Since the success critically depends on the timing of the external stimulus, we then further investigated how reliable unpinning can be achieved with multiple, periodic electric-field pulses. It turns out that the success rate can be surprisingly well predicted with an iterated map that incorporates the phase-response of the pinned spiral to a single electric-field pulse. Due to the stability properties of this map, pacing with a frequency slower than the spiral wave frequency leads to reliable unpinning, while pacing with a higher frequency can lead to phase locking with no chance to unpin the wave. We were recently able to confirm these theoretical predictions in experiments on chicken cardiac muscle cell monolayers.

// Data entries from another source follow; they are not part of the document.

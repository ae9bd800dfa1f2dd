//! What the journal does for itself, when it is told to: in slices, between which commits go first.

use std::path::PathBuf;

use record::{Draft, Note, Row, Summary};
use units::{Mono, Utc};

use crate::anchor;
use crate::backup::Backing;
use crate::chain::{Head, Walk};
use crate::planned::Planned;
use crate::retain::{self, Days};
use crate::seal::Sealing;
use crate::{Journal, JournalError};

/// When, and in which life of the daemon, a task's rows are written.
#[derive(Clone, Copy, PartialEq, Eq, Debug)]
pub struct Stamp {
    pub term: u64,
    pub utc: Utc,
    pub boot: Mono,
}

/// Days count from 1970-01-01, UTC.
#[derive(Clone, PartialEq, Eq, Debug)]
pub enum Task {
    /// Copies the WAL into the file.
    Checkpoint,
    /// Seals what each day before this one saw, and packs rows that are old enough.
    Seal { before_day: i32 },
    /// Writes down where the chain ends; signed, if there is a secret key (Ed25519, RFC 8032).
    Anchor { key: Option<[u8; 32]> },
    /// Copies the file and the segments into a folder, and verifies the copy; then older copies go,
    /// but for so many.
    Backup { to: PathBuf, keep: u32 },
    /// Deletes sealed segments of days before this one that no legal hold keeps.
    Retain { before_day: i32 },
    /// Keeps the segments of these days (the last one too) until the hold is lifted.
    Hold { from_day: i32, to_day: i32, by: String, reason: String },
    /// Lifts the hold on exactly these days.
    Lift { from_day: i32, to_day: i32, by: String, reason: String },
    /// Verifies every row that there is when it begins, and so what the opening believed.
    Verify,
    /// Counts what a day came to, and writes it down.
    Summary { day: i32 },
}

/// What became of a task.
#[derive(Clone, PartialEq, Debug)]
pub struct Done {
    pub task: Task,
    /// The rows that it wrote, committed.
    pub rows: Vec<Row>,
    /// In plain words: what was done, or why not. A task that failed has changed nothing that the
    /// next one would not put right.
    pub outcome: Result<String, String>,
}

impl Task {
    /// What it is called where people read.
    pub fn name(&self) -> &'static str {
        match self {
            Self::Checkpoint => "checkpoint",
            Self::Seal { .. } => "seal",
            Self::Anchor { .. } => "anchor",
            Self::Backup { .. } => "backup",
            Self::Retain { .. } => "retention",
            Self::Hold { .. } => "legal hold",
            Self::Lift { .. } => "lifting a legal hold",
            Self::Verify => "verification",
            Self::Summary { .. } => "summary of a day",
        }
    }
}

/// A task under way.
pub(crate) struct Running {
    pub(crate) task: Task,
    stamp: Stamp,
    work: Work,
    rows: Vec<Row>,
}

enum Work {
    Once,
    Seal(Sealing),
    Backup(Backing),
    Verify { walk: Walk, until: Head },
}

/// After a slice.
pub(crate) enum Slice {
    More,
    /// Somebody else is at it: no hurry.
    Wait,
    Done(String),
}

impl Running {
    pub(crate) fn begin(task: Task, stamp: Stamp, journal: &Journal) -> Self {
        let work = match &task {
            Task::Seal { before_day } => Work::Seal(Sealing::new(*before_day)),
            Task::Backup { to, keep } => Work::Backup(Backing::new(to.clone(), *keep)),
            Task::Verify => {
                let until = journal.head();
                Work::Verify { walk: Walk::up_to(until.seq + 1), until }
            }
            _ => Work::Once,
        };
        Self { task, stamp, work, rows: Vec::new() }
    }

    /// One slice: as long as a commit, more or less.
    pub(crate) fn slice(&mut self, journal: &mut Journal) -> Result<Slice, JournalError> {
        let mut desk = Desk { journal, stamp: &self.stamp, rows: &mut self.rows };
        match &mut self.work {
            Work::Once => once(&self.task, &mut desk).map(Slice::Done),
            Work::Seal(sealing) => sealing.slice(&mut desk),
            Work::Backup(backing) => backing.slice(&mut desk),
            Work::Verify { walk, until } => verify(walk, *until, desk.journal),
        }
    }

    pub(crate) fn done(self, outcome: Result<String, String>) -> Done {
        Done { task: self.task, rows: self.rows, outcome }
    }
}

/// Where a task does its work.
pub(crate) struct Desk<'a> {
    pub(crate) journal: &'a mut Journal,
    stamp: &'a Stamp,
    rows: &'a mut Vec<Row>,
}

impl Desk<'_> {
    /// Commits these notes, and what else must be true with them.
    pub(crate) fn keep(
        &mut self,
        notes: &[Note],
        also: &mut dyn FnMut(&rusqlite::Connection) -> rusqlite::Result<()>,
    ) -> Result<(), JournalError> {
        let drafts: Vec<Draft> = notes.iter().map(record::encode_note).collect();
        let rows = self.journal.keep(Planned::task(self.stamp, drafts), also)?;
        self.rows.extend(rows);
        Ok(())
    }
}

fn once(task: &Task, desk: &mut Desk<'_>) -> Result<String, JournalError> {
    match task {
        Task::Checkpoint if desk.journal.frozen => Ok("waits for the backup".to_owned()),
        Task::Checkpoint => {
            desk.journal.checkpoint()?;
            Ok("the WAL is copied into the file".to_owned())
        }
        Task::Anchor { key } => anchor::write(desk, key.as_ref()),
        Task::Retain { before_day } => retain::delete_before(desk, *before_day),
        Task::Hold { from_day, to_day, by, reason } => {
            retain::hold(desk, Days { from: *from_day, to: *to_day }, by, reason)
        }
        Task::Lift { from_day, to_day, by, reason } => {
            retain::lift(desk, Days { from: *from_day, to: *to_day }, by, reason)
        }
        Task::Summary { day } => summary(desk, *day),
        Task::Seal { .. } | Task::Backup { .. } | Task::Verify => {
            unreachable!("these have work of their own")
        }
    }
}

fn summary(desk: &mut Desk<'_>, day: i32) -> Result<String, JournalError> {
    let mut summary = Summary::of(day);
    desk.journal.evidence.each_of_day(day, &mut |row| summary.push(row))?;
    let words = format!("{:.0} m3 released, {} rows", summary.released_m3, summary.rows);
    desk.keep(&[Note::Summary(summary)], &mut |_| Ok(()))?;
    Ok(words)
}

/// Rows that a slice of the background verification takes.
const VERIFY_ROWS: usize = 512;

fn verify(walk: &mut Walk, until: Head, journal: &Journal) -> Result<Slice, JournalError> {
    if until.seq > walk.head().seq && walk.portion(&journal.evidence, VERIFY_ROWS, &mut |_| {})? {
        return Ok(Slice::More);
    }
    if walk.head() != until {
        let why = "the chain does not come to what the start believed".to_owned();
        return Err(JournalError::FirstBad { seq: until.seq, why });
    }
    Ok(Slice::Done(format!("rows 1 to {} verified", until.seq)))
}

A question that remains is how well these mechanisms translate to the actual situation during a cardiac arrhythmia, where the dynamics is complicated by the 3D structure of the muscle and multiple interacting waves.

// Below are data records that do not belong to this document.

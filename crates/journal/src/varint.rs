//! Small numbers in few bytes: seven bits a byte, lowest first, the top bit says that more follow.

/// Differences wrap, so that any two numbers have one and it always leads back.
pub(crate) fn put_step(out: &mut Vec<u8>, from: u64, to: u64) {
    put(out, fold(to.wrapping_sub(from).cast_signed()));
}

/// Steps either way as numbers from 0: small ones stay small.
pub(crate) const fn fold(step: i64) -> u64 {
    ((step << 1) ^ (step >> 63)).cast_unsigned()
}

pub(crate) const fn unfold(folded: u64) -> i64 {
    (folded >> 1).cast_signed() ^ -((folded & 1).cast_signed())
}

pub(crate) fn put(out: &mut Vec<u8>, mut n: u64) {
    while n >= 0x80 {
        out.push(0x80 | (n & 0x7f) as u8);
        n >>= 7;
    }
    out.push(n as u8);
}

/// Takes values from the front of bytes that may be damaged: `None` where they do not suffice.
pub(crate) struct Taker<'a>(pub(crate) &'a [u8]);

impl<'a> Taker<'a> {
    pub(crate) fn bytes(&mut self, n: usize) -> Option<&'a [u8]> {
        let (head, rest) = self.0.split_at_checked(n)?;
        self.0 = rest;
        Some(head)
    }
    pub(crate) fn array<const N: usize>(&mut self) -> Option<[u8; N]> {
        self.bytes(N)?.try_into().ok()
    }
    pub(crate) fn u64(&mut self) -> Option<u64> {
        let (mut n, mut shift) = (0_u64, 0);
        loop {
            let byte = self.array::<1>()?[0];
            let part = u64::from(byte & 0x7f);
            if shift > 63 || (part << shift) >> shift != part {
                return None;
            }
            n |= part << shift;
            if byte < 0x80 {
                return Some(n);
            }
            shift += 7;
        }
    }
    pub(crate) fn step(&mut self, from: u64) -> Option<u64> {
        Some(from.wrapping_add(unfold(self.u64()?).cast_unsigned()))
    }
    /// A length or index that must be below `most`.
    pub(crate) fn below(&mut self, most: usize) -> Option<usize> {
        usize::try_from(self.u64()?).ok().filter(|n| *n < most)
    }
    /// Bytes after their length.
    pub(crate) fn blob(&mut self) -> Option<&'a [u8]> {
        let n = usize::try_from(self.u64()?).ok()?;
        self.bytes(n)
    }
}

pub(crate) fn put_blob(out: &mut Vec<u8>, bytes: &[u8]) {
    put(out, bytes.len() as u64);
    out.extend(bytes);
}

#[cfg(test)]
mod tests {
    use proptest::prelude::*;

    use super::*;

    proptest! {
        #![proptest_config(ProptestConfig { failure_persistence: None, ..ProptestConfig::default() })]

        #[test]
        fn prop_numbers_and_steps_come_back(a: u64, b: u64, blob: Vec<u8>) {
            let mut out = Vec::new();
            put(&mut out, a);
            put_step(&mut out, a, b);
            put_blob(&mut out, &blob);
            let mut taker = Taker(&out);
            prop_assert_eq!(taker.u64(), Some(a));
            prop_assert_eq!(taker.step(a), Some(b));
            prop_assert_eq!(taker.blob(), Some(&blob[..]));
            prop_assert_eq!(taker.u64(), None);
        }

        #[test]
        fn prop_any_bytes_end_without_a_panic(bytes: Vec<u8>) {
            let mut taker = Taker(&bytes);
            while taker.u64().is_some() {}
            prop_assert!(Taker(&bytes).blob().is_none_or(|b| b.len() < bytes.len()));
        }
    }

    #[test]
    fn a_number_of_more_than_sixty_four_bits_is_refused() {
        assert_eq!(Taker(&[0xff; 11]).u64(), None);
        let mut most = vec![0xff; 9];
        most.push(1);
        assert_eq!(Taker(&most).u64(), Some(u64::MAX));
        most[9] = 2;
        assert_eq!(Taker(&most).u64(), None);
    }
}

Control strategies for cardiac arrhythmias
Electric shocks are used in external and implantable defibrillators to terminate life-threatening cardiac arrhythmias such as ventricular fibrillation. Today, these shocks use relatively high energies, sometimes causing intolerable pain (if delivered during consciousness), and potentially further damaging the usually already diseased muscle, although there is conflicting evidence regarding the latter. Therefore, there is a search for low-energy alternatives that use more subtle mechanisms to terminate the spatio-temporal chaos that is thought to underlie fibrillation and restore the heart's normal rhythm. During conventional defibrillation, every single cell is activated, leading to the cessation of all activity due to the tissue's refractoriness. We developed a new method that uses weak pulsed electric fields instead of one big shock and is based on our knowledge about the wave emission caused by the interaction of electric fields with heterogeneities in the tissue (see above). In isolated canine ventricular tissue and in in-vivo experiments on atrial fibrillation, it yields a huge energy reduction, which we believe is due to the presence of heterogeneities throughout the heart and therefore the ability for newly created waves to directly interact with the waves that populate the muscle during fibrillation.

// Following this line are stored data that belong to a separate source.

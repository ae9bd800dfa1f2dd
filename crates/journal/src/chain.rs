//! The chain: each row's hash is taken over the one before it and the row's own bytes.

use std::sync::LazyLock;

use blake3::hazmat::{ContextKey, HasherExt, hash_derive_key_context};
use record::{Row, canonical_bytes};
use rusqlite::types::FromSql;
use units::{Mono, Utc};

use crate::JournalError;
use crate::file::Evidence;
use crate::packs::Place;

/// What stands before the first row.
pub(crate) const GENESIS: [u8; 32] = [0; 32];
/// Sets these hashes apart from every other use of BLAKE3. Part of the form: never changes.
const CONTEXT: &str = "tidereeve evidence row, form 1";
static KEY: LazyLock<ContextKey> = LazyLock::new(|| hash_derive_key_context(CONTEXT));

/// BLAKE3 in its key-derivation mode over `previous` and the row's canonical bytes.
pub(crate) fn hash(previous: &[u8; 32], row: &Row) -> [u8; 32] {
    let mut hasher = blake3::Hasher::new_from_context_key(&KEY);
    hasher.update(previous);
    hasher.update(&canonical_bytes(row));
    *hasher.finalize().as_bytes()
}

/// Where the chain ends.
#[derive(Clone, Copy, PartialEq, Eq, Debug)]
pub(crate) struct Head {
    pub(crate) seq: u64,
    pub(crate) term: u64,
    pub(crate) hash: [u8; 32],
}

impl Head {
    pub(crate) const NONE: Self = Self { seq: 0, term: 0, hash: GENESIS };

    pub(crate) fn after(row: &Row) -> Self {
        Self { seq: row.seq, term: row.term, hash: row.hash }
    }

    /// Puts the next row in its place.
    pub(crate) fn chain(&mut self, row: &mut Row) {
        row.seq = self.seq + 1;
        row.hash = hash(&self.hash, row);
        *self = Self::after(row);
    }

    /// Checks that `row` is the next one.
    fn follow(&mut self, row: &Row) -> Result<(), String> {
        let wanted = self.seq + 1;
        if row.seq != wanted {
            return Err(missing(wanted, row.seq));
        }
        if row.hash != hash(&self.hash, row) {
            return Err("its hash is not that of the row before it and its own fields".to_owned());
        }
        self.rise(row)
    }

    /// Takes a row whose hash has been found right already.
    fn rise(&mut self, row: &Row) -> Result<(), String> {
        if row.term < self.term {
            return Err(format!("its term {} is before term {}", row.term, self.term));
        }
        *self = Self::after(row);
        Ok(())
    }

    pub(crate) fn hex(&self) -> String {
        blake3::Hash::from_bytes(self.hash).to_hex().to_string()
    }
}

fn missing(wanted: u64, next: u64) -> String {
    format!("row {wanted} is missing; the next is {next}")
}

pub(crate) const COLUMNS: &str =
    "seq, term, utc_us, boot_ns, kind, version, subject, cause, body, hash";

/// Reads one row of [`COLUMNS`]. Every field must have its type and range.
pub(crate) fn row(r: &rusqlite::Row<'_>) -> rusqlite::Result<Row> {
    Ok(Row {
        seq: bits(r, 0)?,
        term: bits(r, 1)?,
        utc: Utc::from_micros(r.get(2)?),
        boot: Mono::from_nanos(bits(r, 3)?),
        kind: r.get(4)?,
        version: r.get(5)?,
        subject: r.get(6)?,
        cause: r.get(7)?,
        body: r.get(8)?,
        hash: array(r, 9)?,
    })
}

pub(crate) fn bits(r: &rusqlite::Row<'_>, column: usize) -> rusqlite::Result<u64> {
    r.get::<_, i64>(column).map(i64::cast_unsigned)
}

pub(crate) fn array(r: &rusqlite::Row<'_>, column: usize) -> rusqlite::Result<[u8; 32]> {
    let value = r.get_ref(column)?;
    FromSql::column_result(value).map_err(|e| {
        rusqlite::Error::FromSqlConversionFailure(column, value.data_type(), Box::new(e))
    })
}

/// A walk along the chain from a row that is believed, in portions as large as the caller likes.
/// Stops at the first row that is wrong.
#[derive(Clone, Copy, Debug)]
pub(crate) struct Walk {
    head: Head,
    /// Ends before this sequence; to the last row if there is none.
    before_seq: Option<u64>,
}

impl Walk {
    /// From the first row to the last.
    pub(crate) const WHOLE: Self = Self { head: Head::NONE, before_seq: None };

    /// From the row after `head` to the last.
    pub(crate) const fn after(head: Head) -> Self {
        Self { head, before_seq: None }
    }

    /// From the first row to the one before `seq`.
    pub(crate) const fn up_to(seq: u64) -> Self {
        Self { head: Head::NONE, before_seq: Some(seq) }
    }

    pub(crate) const fn head(&self) -> Head {
        self.head
    }

    /// The next pack, or at most `most` rows; `false` at the end.
    pub(crate) fn portion(
        &mut self,
        evidence: &Evidence,
        most: usize,
        visit: &mut dyn FnMut(Row),
    ) -> Result<bool, JournalError> {
        let begin = self.head.seq;
        let places = evidence.packs(begin + 1).map_err(|e| self.unreadable(evidence, e))?;
        let on = match places.first() {
            Some(place) => self.packed(evidence, place, visit)?,
            None => self.live(evidence, most, visit)?,
        };
        Ok(on && self.head.seq > begin)
    }

    fn packed(
        &mut self,
        evidence: &Evidence,
        place: &Place,
        visit: &mut dyn FnMut(Row),
    ) -> Result<bool, JournalError> {
        let (begin, wanted) = (self.head, self.head.seq + 1);
        if place.first_seq > wanted {
            return Err(self.bad(missing(wanted, place.first_seq)));
        }
        if place.first_seq == wanted && place.before != begin.hash {
            return Err(self.bad("its pack goes on from another hash".to_owned()));
        }
        for row in evidence.unpack(place)? {
            if row.seq <= begin.seq {
                if row.seq == begin.seq && row.hash != begin.hash {
                    return Err(self.bad("the row before it is another in its pack".to_owned()));
                }
                continue;
            }
            if self.before_seq.is_some_and(|b| row.seq >= b) {
                return Ok(false);
            }
            self.head.rise(&row).map_err(|why| self.bad(why))?;
            visit(row);
        }
        Ok(true)
    }

    fn live(
        &mut self,
        evidence: &Evidence,
        most: usize,
        visit: &mut dyn FnMut(Row),
    ) -> Result<bool, JournalError> {
        self.nothing_before(evidence)?;
        let text = format!("SELECT {COLUMNS} FROM evidence WHERE seq > ?1 ORDER BY seq LIMIT ?2");
        let mut statement =
            evidence.db.prepare_cached(&text).map_err(|e| self.unreadable(evidence, e))?;
        let limit = i64::try_from(most).unwrap_or(i64::MAX);
        let mut rows = statement
            .query((self.head.seq.cast_signed(), limit))
            .map_err(|e| self.unreadable(evidence, e))?;
        loop {
            let next = rows.next().and_then(|r| r.map(row).transpose());
            let Some(row) = next.map_err(|e| self.unreadable(evidence, e))? else {
                return Ok(true);
            };
            if self.before_seq.is_some_and(|b| row.seq >= b) {
                return Ok(false);
            }
            self.head.follow(&row).map_err(|why| self.bad(why))?;
            visit(row);
        }
    }

    /// All that is left.
    pub(crate) fn finish(
        mut self,
        evidence: &Evidence,
        visit: &mut dyn FnMut(Row),
    ) -> Result<Head, JournalError> {
        while self.portion(evidence, LIVE_PORTION, visit)? {}
        Ok(self.head)
    }

    /// A row may stand only once: none is live that is in a pack, or before the first.
    fn nothing_before(&self, evidence: &Evidence) -> Result<(), JournalError> {
        let packed = evidence.packed_to().map_err(|e| self.unreadable(evidence, e))?;
        let first: Option<i64> = evidence
            .db
            .query_row("SELECT min(seq) FROM evidence", [], |r| r.get(0))
            .map_err(|e| self.unreadable(evidence, e))?;
        match first {
            Some(first) if first <= packed.cast_signed() => {
                Err(self.bad(format!("a row numbered {first} stands outside its place")))
            }
            _ => Ok(()),
        }
    }

    fn bad(&self, why: String) -> JournalError {
        JournalError::FirstBad { seq: self.head.seq + 1, why }
    }

    fn unreadable(&self, evidence: &Evidence, e: rusqlite::Error) -> JournalError {
        match evidence.sql("reading it", e) {
            JournalError::Sql { source, .. } => self.bad(format!("it cannot be read: {source}")),
            other => other,
        }
    }
}

/// Rows taken at a time where nobody waits.
const LIVE_PORTION: usize = 4096;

To systematically design such alternative pacing strategies, it is essential to understand how electric fields interact with the complex geometry given by cardiac anatomy. In a theoretical study, we extended the notion of "non-conducting heterogeneity" (cf. above section) to include boundaries of different shapes. It turns out that the local boundary curvature is a major determinant of the sensitivity of the tissue to electric fields, making wave induction at negative curvature boundaries particularly easy. This information can now be used to optimize the electric-field geometry and potentially create adaptive pacing strategies that adjust the number of wave emitting sites in the muscle to the complexity of the arrhythmia.